Task objective
Track down every line below that holds "theta" and copy it.

Record extracts below:

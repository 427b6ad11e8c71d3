"""Small contracts that the mutation run (tests/README.md) found unchecked.

Each test names the behaviour it pins down and where that behaviour is promised: README.md
("Conventions", "Commands"), DEVELOPERS.md ("User mistakes raise RetolError(field, problem,
fix)"), or a closed form derived in the docstring.

Sources
-------
- [README] README.md "Conventions": right = clockwise looking toward the source, left, linear.
- [Hecht] E. Hecht, *Optics*, ch. 8: a retarder's Jones matrix; a global phase factor changes
  no observable, so a retardance computed from J must not depend on it.
- [DEVELOPERS] DEVELOPERS.md "Conventions": every user mistake is a one-line RetolError naming
  the field and the fix.
"""

from __future__ import annotations

import math

import numpy as np
import pytest
from hypothesis import given
from hypothesis import strategies as st

from tolerance.errors import RetolError
from tolerance.plates import design_plate, equivalent_retardance
from tolerance.polarization import (
    fidelity,
    handedness_name,
    retarder_jones,
    rotation_name,
)


def test_handedness_and_rotation_names_follow_the_readme():
    """[README] +1 is clockwise looking toward the source, called right; −1 left; 0 linear."""
    assert [handedness_name(r) for r in (1, -1, 0)] == ["right", "left", "linear"]
    assert [rotation_name(r) for r in (1, -1, 0)] == ["clockwise", "counterclockwise", "linear"]


def test_fidelity_of_a_stack_of_states():
    """(1 + s·g)/2 with s = (S1, S2, S3)/S0, for every state of an (2, 3, 4) stack: the fidelity of
    each state, not a sum over the stack (closed form: s·g per state)."""
    rng = np.random.default_rng(3)
    s = rng.normal(size=(2, 3, 3))
    s /= np.linalg.norm(s, axis=-1, keepdims=True) * rng.uniform(1.0, 2.0, size=(2, 3, 1))
    S0 = rng.uniform(0.5, 3.0, size=(2, 3, 1))
    S = np.concatenate([S0, s * S0], axis=-1)
    g = np.array([0.0, 0.6, 0.8])
    expect = 0.5 * (1.0 + s @ g)
    got = fidelity(S, g)
    assert got.shape == (2, 3)
    np.testing.assert_allclose(got, expect, rtol=1e-14)


@given(
    delta=st.floats(0.01, math.pi - 0.01),
    theta=st.floats(-90, 90),
    phase=st.floats(-math.pi, math.pi),
)
def test_equivalent_retardance_ignores_a_global_phase(delta, theta, phase):
    """[Hecht] e^{iφ}·J describes the same retarder, so its retardance is δ for any φ."""
    J = retarder_jones(delta, theta) * np.exp(1j * phase)
    assert float(equivalent_retardance(J)) == pytest.approx(delta, abs=1e-9)


def test_equivalent_retardance_of_a_stack_of_matrices_and_round_off():
    """Each matrix of an (n, 2, 2) stack gives its own retardance; a matrix a rounding step away
    from unitary (|tr|/(2√det) a hair above 1, as rounding can make it) gives 0, not NaN."""
    delta = np.array([0.3, 1.0, 2.5])
    J = retarder_jones(delta, np.array([10.0, 40.0, -70.0]))
    np.testing.assert_allclose(equivalent_retardance(J), delta, atol=1e-9)
    eps = 1e-6  # 2/√(1 − ε²) exceeds 2 by 1e-12, far above rounding
    near = np.diag([1.0 + eps, 1.0 - eps]).astype(complex)  # tr/√det = 2/√(1 − ε²) > 2
    r = float(equivalent_retardance(near))
    assert r == 0.0


def test_a_stack_with_an_oblique_layer_is_not_aligned():
    """Aligned means every layer parallel or crossed to the plate's axis (|cos 2Δθ| = 1 to
    1e-12): layers at 0° and 90° are; a layer 1e-4° off crossed (1 − |cos 2Δθ| ≈ 6e-12) or at
    30° is not."""

    def plate(axes):
        layers = [{"material": "quartz", "thickness_um": 20.0, "axis_deg": a} for a in axes]
        return design_plate("stack", layers=layers, design_nm=633.0)

    assert plate([0.0, 90.0]).aligned()
    assert not plate([0.0, 90.0 - 1e-4]).aligned()
    assert not plate([0.0, 30.0]).aligned()


BAD_PLATES = [
    # (construction, material, keyword arguments, the field the error must name)
    ("multi-order", "quartz", {}, "order"),
    ("multi-order", "quartz", {"order": 2.5}, "order"),
    ("multi-order", "quartz", {"order": 2, "waves": 0.0}, "waves"),
    ("zero-order", "quartz", {"waves": -0.25}, "waves"),
    ("compound", "quartz", {}, "thick_plate"),
    ("compound", "quartz", {"thick_plate_um": 5.0}, "thick_plate"),
    ("compound", "quartz", {"thick_plate_um": -1.0}, "thick_plate"),
    ("achromatic", "quartz", {}, "partner"),
    ("achromatic", "quartz", {"partner": "quartz"}, "partner"),
    ("achromatic", "quartz", {"partner": "mgf2", "match_nm": [500.0, 500.0]}, "match"),
    ("film", "quartz", {}, "material"),
    ("film", "polycarbonate", {"retardance_nm": -3.0}, "retardance"),
    ("film", "polycarbonate", {"waves": 0.0}, "waves"),
    ("stack", None, {"layers": []}, "layers"),
    ("stack", None, {"layers": ["quartz"]}, "layers[0]"),
    ("stack", None, {"layers": [{"thickness_um": 3.0}]}, "layers[0].material"),
    ("stack", None, {"layers": [{"material": "quartz"}]}, "layers[0].thickness"),
    (
        "stack",
        None,
        {"layers": [{"material": "quartz", "thickness_um": 0.0}]},
        "layers[0].thickness",
    ),
    ("spiral", "quartz", {}, "construction"),
    ("zero-order", None, {}, "material"),
    ("zero-order", "quartz", {"axis_deg": float("nan")}, "axis_deg"),
    ("achromatic", "quartz", {"partner": "mgf2", "waves": 0.0}, "waves"),
    ("compound", "quartz", {"thick_plate_um": 1000.0, "waves": 0.0}, "waves"),
    (
        "stack",
        None,
        {"layers": [{"material": "quartz", "thickness_um": 3.0, "axis_deg": float("nan")}]},
        "layers[0].axis_deg",
    ),
]


@pytest.mark.parametrize("construction, material, kw, field", BAD_PLATES)
def test_bad_plate_input_names_the_field_and_the_fix(construction, material, kw, field):
    """[DEVELOPERS] RetolError(field, problem, fix): the field is the one at fault, the problem
    and the fix are said, in one line."""
    kw = dict(kw)
    waves = kw.pop("waves", 0.25)
    with pytest.raises(RetolError) as info:
        design_plate(construction, material, waves, 633.0, **kw)
    e = info.value
    assert e.field == field
    assert isinstance(e.problem, str) and e.problem.strip()
    assert isinstance(e.fix, str) and e.fix.strip()
    assert "\n" not in str(e)
    assert str(e).startswith(f"{field}: {e.problem}")


QUARTZ_TOML = """
name = "myquartz"
kind = "positive uniaxial"
valid_min_um = 0.4
valid_max_um = 1.0
source = "a test file"
[formula]
type = "ghosh"
[formula.ordinary]
A = 0.28604141
B = 1.07044083
C = 1.00585997e-2
D = 1.10202242
E = 100.0
[formula.extraordinary]
A = 0.28851804
B = 1.09509924
C = 1.02101864e-2
D = 1.15662475
E = 100.0
"""


def test_a_user_material_without_thermal_data_does_not_drift(tmp_path):
    """README "Data sources": each file carries its thermal data; a file without a [thermal]
    table has γ = 0 and no uncertainty (nothing is invented), its long name defaults to its
    name and its reference temperature to 20 °C (common practice)."""
    from tolerance.dispersion import birefringence, load_material_file

    p = tmp_path / "myquartz.toml"
    p.write_text(QUARTZ_TOML, encoding="utf-8")
    m = load_material_file(p)
    assert m.retardance_temperature_coefficient == 0.0
    assert m.temperature_coefficient_uncertainty == 0.0
    assert m.thermal_source == ""
    assert m.long_name == "myquartz"
    assert m.reference_temperature_c == 20.0
    assert float(birefringence(m, 633.0, temperature_c=80.0)) == float(birefringence(m, 633.0))
    p.write_text(
        QUARTZ_TOML + "[thermal]\nretardance_coefficient_per_k = -1e-4\nuncertainty_per_k = 2e-5\n"
        'source = "measured"\n',
        encoding="utf-8",
    )
    m = load_material_file(p)
    assert (m.retardance_temperature_coefficient, m.temperature_coefficient_uncertainty) == (
        -1e-4,
        2e-5,
    )
    assert m.thermal_source == "measured"


@pytest.mark.parametrize(
    "change, field",
    [
        (("valid_max_um = 1.0", "valid_max_um = 0.4"), "valid_min_um"),
        (('type = "ghosh"', 'type = "table"'), "formula.type"),
        (('kind = "positive uniaxial"', 'kind = "biaxial"'), "kind"),
        (('name = "myquartz"\n', 'wavelength_unit = "nm"\nname = "myquartz"\n'), "wavelength_unit"),
    ],
)
def test_bad_material_file_names_the_field_and_the_fix(tmp_path, change, field):
    """[DEVELOPERS] an empty validity range, a formula type a file cannot carry (a table is a
    CSV), an unknown kind or unit: a one-line RetolError naming the file's field and the fix."""
    from tolerance.dispersion import load_material_file

    p = tmp_path / "bad.toml"
    p.write_text(QUARTZ_TOML.replace(*change), encoding="utf-8")
    with pytest.raises(RetolError) as info:
        load_material_file(p)
    e = info.value
    assert e.field == f"bad.toml: {field}"
    assert isinstance(e.problem, str) and e.problem.strip()
    assert isinstance(e.fix, str) and e.fix.strip()


def test_an_empty_validity_range_says_the_fix(tmp_path):
    from tolerance.dispersion import load_material_file

    p = tmp_path / "bad.toml"
    p.write_text(QUARTZ_TOML.replace("valid_max_um = 1.0", "valid_max_um = 0.4"), encoding="utf-8")
    with pytest.raises(RetolError) as info:
        load_material_file(p)
    assert info.value.fix


def test_a_measured_csv_table_is_read_as_written(tmp_path):
    """README "Commands": a CSV of measured values (wavelength_nm and n_o, n_e, or a
    birefringence with an optional mean index) is a material whose validity range is the
    table's range; it has no thermal data (γ = 0, reference 20 °C: common practice) and its
    indices at the table's own wavelengths are the table's values.  Rows 0.5 nm apart are
    distinct rows; a comment line may be indented."""
    from tolerance.dispersion import indices, load_material_file

    p = tmp_path / "mylot.csv"
    p.write_text(
        "wavelength_nm,birefringence,n_mean\n  # measured on plate 7\n"
        "600.0,0.0091,1.544\n600.5,0.0090,1.544\n700.0,0.0088,1.544\n",
        encoding="utf-8",
    )
    m = load_material_file(p)
    assert (m.valid_min_nm, m.valid_max_nm) == (600.0, 700.0)
    n_o, n_e = indices(m, np.array([600.0, 600.5, 700.0]))
    np.testing.assert_allclose(n_o, 1.544, rtol=1e-15)
    np.testing.assert_allclose(n_e - n_o, [0.0091, 0.0090, 0.0088], rtol=1e-12)
    assert m.kind == "positive uniaxial"
    assert m.reference_temperature_c == 20.0
    assert m.retardance_temperature_coefficient == 0.0
    assert m.temperature_coefficient_uncertainty == 0.0
    assert "mylot.csv" in m.source
    assert m.long_name == "mylot"
    assert m.path == str(p)
    # without a mean index the loader takes n_o = 1.5 (at normal incidence only Δn matters)
    p2 = tmp_path / "bare.csv"
    p2.write_text("wavelength_nm,birefringence\n600,-0.17\n700,-0.16\n", encoding="utf-8")
    m2 = load_material_file(p2)
    n_o2, _ = indices(m2, 650.0)
    assert float(n_o2) == 1.5
    assert m2.kind == "negative uniaxial"


@pytest.mark.parametrize("start, stop", [(0, 513), (0, 1), (100, 700), (512, 1025), (1023, 1024)])
def test_draws_follow_the_documented_scheme_for_any_range(start, stop):
    """DEVELOPERS.md "Reproducible": each (tolerance, layer) stream is Philox keyed by
    SeedSequence(seed, spawn_key=(crc32(name), index)) with one counter block per 512 samples,
    so samples [start, stop) are a slice of the stream whatever the range; regenerated here by
    ``reference.ref_draws`` [Salmon2011], including ranges ending one past a block."""
    from reference import ref_draws

    from tolerance.sampler import standard_draws

    z, u = standard_draws(7, "crossing_deg", 2, start, stop)
    zr, ur = ref_draws(7, "crossing_deg", 2, stop)
    np.testing.assert_array_equal(z, zr[start:])
    np.testing.assert_array_equal(u, ur[start:])


def test_no_distribution_gives_the_centre_exactly():
    """An absent tolerance is exactly the nominal value: with no tolerance acting, the engine's
    per-sample inputs are the nominal plate's, bit for bit (the sampler's old ``scaled(None)``
    contract, now held by :func:`tolerance.montecarlo.sample_inputs`)."""
    from tolerance.montecarlo import Engine, sample_inputs
    from tolerance.spec import loads

    text = (
        '[wavelength]\nstart = "630nm"\nstop = "640nm"\nstep = "5nm"\n'
        '[source]\nshape = "laser"\ncenter = "635nm"\n[environment]\ntemperature_c = 27.5\n'
        "[goal]\nmin = 0.9\n[[candidate]]\nname = 'c'\nconstruction = 'compound'\n"
        "material = 'quartz'\nthick_plate = '1000um'\n"
        "[tolerances]\nthickness_um = { sigma = 1.0 }\nclocking_deg = { uniform = 2.0 }\n"
    )
    study = loads(text, "c.toml")
    eng = Engine(study, samples=1024)
    case = eng.cases[0]
    inputs, extra = sample_inputs(case, study, eng.draws, 0, 1024, active=())
    nominal = np.array([la.thickness_um for la in case.plate.layers])
    assert np.all(inputs.thick == nominal)
    assert np.all(extra["temperature"] == 27.5)
    assert np.all(extra["aoi"] == 0.0)


def test_target_waves_is_order_plus_waves():
    """README: a multi-order plate is built for ``order + waves``, the other constructions for
    ``waves``; an explicit stack has no target and is measured against its own nominal
    retardance."""
    from tolerance.environment import nominal_waves, target_waves

    assert target_waves(design_plate("multi-order", "quartz", 0.25, 633.0, order=7)) == 7.25
    assert target_waves(design_plate("zero-order", "quartz", 0.3, 633.0)) == 0.3
    s = design_plate(
        "stack",
        layers=[{"material": "quartz", "thickness_um": 20.0, "axis_deg": 0.0}],
        design_nm=633.0,
    )
    assert target_waves(s) == nominal_waves(s)
    assert target_waves(s) == pytest.approx(20e3 * 0.0090449 / 633.0, rel=1e-4)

End of Record extracts.

Written answer
    theta=st.floats(-90, 90),
def test_equivalent_retardance_ignores_a_global_phase(delta, theta, phase):
    J = retarder_jones(delta, theta) * np.exp(1j * phase)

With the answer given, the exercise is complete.